=== Data for review ===
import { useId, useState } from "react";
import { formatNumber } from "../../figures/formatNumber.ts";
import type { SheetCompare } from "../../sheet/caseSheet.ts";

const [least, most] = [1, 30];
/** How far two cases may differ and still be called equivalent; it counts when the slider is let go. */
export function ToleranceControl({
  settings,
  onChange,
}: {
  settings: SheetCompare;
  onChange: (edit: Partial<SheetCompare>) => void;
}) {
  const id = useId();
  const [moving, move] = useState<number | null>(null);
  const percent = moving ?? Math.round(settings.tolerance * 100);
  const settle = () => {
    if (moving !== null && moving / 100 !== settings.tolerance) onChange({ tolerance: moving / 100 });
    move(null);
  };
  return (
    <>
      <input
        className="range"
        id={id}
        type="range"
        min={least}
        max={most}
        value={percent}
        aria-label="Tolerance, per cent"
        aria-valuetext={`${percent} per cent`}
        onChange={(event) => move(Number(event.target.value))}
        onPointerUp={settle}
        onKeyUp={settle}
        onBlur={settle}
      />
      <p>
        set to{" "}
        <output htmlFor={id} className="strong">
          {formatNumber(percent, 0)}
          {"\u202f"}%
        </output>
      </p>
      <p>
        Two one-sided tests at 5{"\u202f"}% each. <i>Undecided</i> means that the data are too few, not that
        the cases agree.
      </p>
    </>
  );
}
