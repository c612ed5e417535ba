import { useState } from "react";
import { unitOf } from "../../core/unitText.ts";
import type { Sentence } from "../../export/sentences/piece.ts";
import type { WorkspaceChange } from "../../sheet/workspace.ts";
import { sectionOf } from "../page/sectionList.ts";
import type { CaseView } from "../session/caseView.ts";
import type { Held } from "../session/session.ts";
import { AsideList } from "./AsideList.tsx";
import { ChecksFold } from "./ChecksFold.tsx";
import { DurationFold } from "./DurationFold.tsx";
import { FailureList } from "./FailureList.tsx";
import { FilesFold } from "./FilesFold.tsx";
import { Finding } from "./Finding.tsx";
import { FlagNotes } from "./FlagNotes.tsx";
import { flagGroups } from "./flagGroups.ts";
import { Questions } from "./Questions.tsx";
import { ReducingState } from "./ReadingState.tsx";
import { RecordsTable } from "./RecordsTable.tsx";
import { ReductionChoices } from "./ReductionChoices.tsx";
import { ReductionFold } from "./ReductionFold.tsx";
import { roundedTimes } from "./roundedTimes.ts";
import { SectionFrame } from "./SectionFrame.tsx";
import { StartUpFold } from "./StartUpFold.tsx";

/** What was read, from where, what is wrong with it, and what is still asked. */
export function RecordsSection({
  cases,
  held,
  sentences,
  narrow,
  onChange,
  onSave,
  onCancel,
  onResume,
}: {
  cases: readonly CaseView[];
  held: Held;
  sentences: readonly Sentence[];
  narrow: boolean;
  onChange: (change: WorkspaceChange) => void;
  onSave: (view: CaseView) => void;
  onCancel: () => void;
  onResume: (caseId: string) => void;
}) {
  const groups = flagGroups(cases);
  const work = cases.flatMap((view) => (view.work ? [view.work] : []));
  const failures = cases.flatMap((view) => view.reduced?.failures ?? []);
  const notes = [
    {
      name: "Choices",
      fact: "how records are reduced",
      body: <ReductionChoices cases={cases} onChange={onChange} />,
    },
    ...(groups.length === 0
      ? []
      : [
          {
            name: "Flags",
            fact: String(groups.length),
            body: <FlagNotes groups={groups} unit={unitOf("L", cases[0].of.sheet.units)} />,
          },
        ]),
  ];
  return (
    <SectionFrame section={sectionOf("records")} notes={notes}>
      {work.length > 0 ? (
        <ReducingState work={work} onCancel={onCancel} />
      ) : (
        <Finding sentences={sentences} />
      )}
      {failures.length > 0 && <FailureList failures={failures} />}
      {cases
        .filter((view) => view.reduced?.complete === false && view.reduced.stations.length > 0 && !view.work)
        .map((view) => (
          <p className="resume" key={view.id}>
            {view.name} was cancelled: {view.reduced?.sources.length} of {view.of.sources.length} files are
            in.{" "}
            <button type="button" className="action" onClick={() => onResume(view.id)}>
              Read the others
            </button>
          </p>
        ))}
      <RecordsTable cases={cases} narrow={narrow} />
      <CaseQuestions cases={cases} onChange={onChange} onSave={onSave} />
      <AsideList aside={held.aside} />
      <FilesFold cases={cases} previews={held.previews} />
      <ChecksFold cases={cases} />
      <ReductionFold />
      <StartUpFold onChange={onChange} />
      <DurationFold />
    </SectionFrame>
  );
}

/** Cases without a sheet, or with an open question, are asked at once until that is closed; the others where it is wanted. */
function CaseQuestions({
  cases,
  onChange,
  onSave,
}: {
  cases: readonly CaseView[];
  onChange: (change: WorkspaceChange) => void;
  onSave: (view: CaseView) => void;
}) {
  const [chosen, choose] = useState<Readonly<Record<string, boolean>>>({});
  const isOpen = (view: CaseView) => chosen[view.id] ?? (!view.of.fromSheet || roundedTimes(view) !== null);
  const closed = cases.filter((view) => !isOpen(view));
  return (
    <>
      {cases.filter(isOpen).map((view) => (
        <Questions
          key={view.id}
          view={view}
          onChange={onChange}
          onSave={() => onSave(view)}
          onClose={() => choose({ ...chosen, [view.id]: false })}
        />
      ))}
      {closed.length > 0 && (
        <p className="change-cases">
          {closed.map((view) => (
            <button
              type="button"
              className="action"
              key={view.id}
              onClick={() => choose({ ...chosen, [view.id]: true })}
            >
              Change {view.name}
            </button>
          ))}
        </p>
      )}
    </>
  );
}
===
Some lines of the records above contain the word "ReductionChoices". How many are there? Reply with the number alone.

- Exercise output -
2